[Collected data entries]
-- Opening Marker --
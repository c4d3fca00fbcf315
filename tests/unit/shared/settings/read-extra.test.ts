import { describe, expect, it } from 'vitest'
import { maxExtra, readExtra } from '../../../../shared/settings/read-extra'
import { objectReadingOf } from '../../../support/settings-reading'

function read(extra: unknown, limit = maxExtra) {
  const { reading, object, told } = objectReadingOf(typeof extra === 'string' ? extra : JSON.stringify(extra))
  return { extra: readExtra(reading, object, '/extra', limit), told: told() }
}

describe('values', () => {
  it.each([
    ['15'], ['true'], ['false'], ['"B"'], ['""'], ['{"value":3,"unit":"counts"}'], ['1e+40'], ['4294967295'], ['0.1'],
  ])('%s is kept', (text) => {
    expect(read(`{"K":${text}}`)).toEqual({ extra: { K: JSON.parse(text) as unknown }, told: [] })
  })

  it('null is left out', () => expect(read({ K: null, L: 1 })).toEqual({ extra: { L: 1 }, told: [] }))
  it('minus zero is zero', () => expect(Object.is(read('{"K":-0}').extra.K, 0)).toBe(true))

  it.each([
    ['[1]', 'json-syntax /extra/K'], ['9007199254740993', 'number-digits /extra/K'], ['1e99', 'number-range /extra/K'], [`"${'x'.repeat(257)}"`, 'text-length /extra/K'], [String.raw`"a\u0007"`, 'text-character /extra/K'],
    ['{"value":3}', 'missing /extra/K/unit'], ['{"unit":"A"}', 'missing /extra/K/value'], ['{"value":null,"unit":"A"}', 'missing /extra/K/value'], ['{"value":3,"unit":""}', 'missing /extra/K/unit'],
    ['{"value":"3","unit":"A"}', 'number-syntax /extra/K/value'], ['{"value":3,"unit":"text"}', 'not-allowed-here /extra/K/unit'], ['{"value":3,"unit":5}', 'json-syntax /extra/K/unit'],
    ['{"value":3,"unit":"A","x":1}', 'key-unknown /extra/K/x'], [`{"value":3,"unit":"${'u'.repeat(33)}"}`, 'text-length /extra/K/unit'],
  ])('%s: %s', (text, problem) => expect(read(`{"K":${text}}`)).toMatchObject({ told: [problem] }))
})

describe('keys', () => {
  it.each(['K-017', '101', 'a/b', 'm~n', 'constructor', 'toString', 'hasOwnProperty', 'two words', '=1', '\'', '😀'.repeat(64)])('%j is kept', (key) => {
    const { extra, told } = read({ [key]: 1 })
    expect(told).toEqual([])
    expect(Object.entries(extra)).toEqual([[key, 1]])
  })

  it.each([
    ['{"":1}', 'text-length /extra/'], [`{"${'k'.repeat(65)}":1}`, `text-length /extra/${'k'.repeat(65)}`], ['{" K":1}', 'text-character /extra/ K'], ['{"K ":1}', 'text-character /extra/K '], ['{"\u00a0K":1}', 'text-character /extra/\u00a0K'],
    [String.raw`{"a\u202eb":1}`, 'text-character /extra/a\u202eb'], ['{"__proto__":1}', 'not-allowed-here /extra/__proto__'], ['{"__proto__":{"value":1,"unit":"A"}}', 'not-allowed-here /extra/__proto__'],
  ])('%s: %s', (text, problem) => expect(read(text)).toEqual({ extra: {}, told: [problem] }))

  it('are kept in NFC, and two that are then the same are one too many', () => {
    expect(read('{"Gro\u0308\u00dfe":1}').extra).toEqual({ Größe: 1 })
    expect(read('{"Gro\u0308\u00dfe":1,"Gr\u00f6\u00dfe":2}')).toEqual({ extra: { Größe: 1 }, told: ['key-duplicate /extra/Gr\u00f6\u00dfe'] })
  })

  it('given twice are reported once', () => expect(read('{"K":1,"K":2}').told).toEqual(['key-duplicate /extra/K']))
  it('do not reach the prototype', () => {
    read('{"__proto__":{"polluted":true}}')
    expect(({} as Record<string, unknown>).polluted).toBeUndefined()
  })
})

describe('limits', () => {
  const many = (count: number) => Object.fromEntries(Array.from({ length: count }, (_, index) => [`k${index}`, index]))

  it('are told with the size', () => {
    const { reading, object, message } = objectReadingOf(JSON.stringify(many(5001)))
    expect(readExtra(reading, object, '/extra', maxExtra)).toEqual({})
    expect(message()).toBe('5001 values; at most 5000 are read.')
  })

  it('are reached without a problem', () => expect(read(many(5000)).told).toEqual([]))
})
-- Closing Marker --
Goal of the exercise ->
Your answer should be the lines above that contain the word "syntax", copied out.

Exercise solution ->
    ['[1]', 'json-syntax /extra/K'], ['9007199254740993', 'number-digits /extra/K'], ['1e99', 'number-range /extra/K'], [`"${'x'.repeat(257)}"`, 'text-length /extra/K'], [String.raw`"a\u0007"`, 'text-character /extra/K'],
    ['{"value":"3","unit":"A"}', 'number-syntax /extra/K/value'], ['{"value":3,"unit":"text"}', 'not-allowed-here /extra/K/unit'], ['{"value":3,"unit":5}', 'json-syntax /extra/K/unit'],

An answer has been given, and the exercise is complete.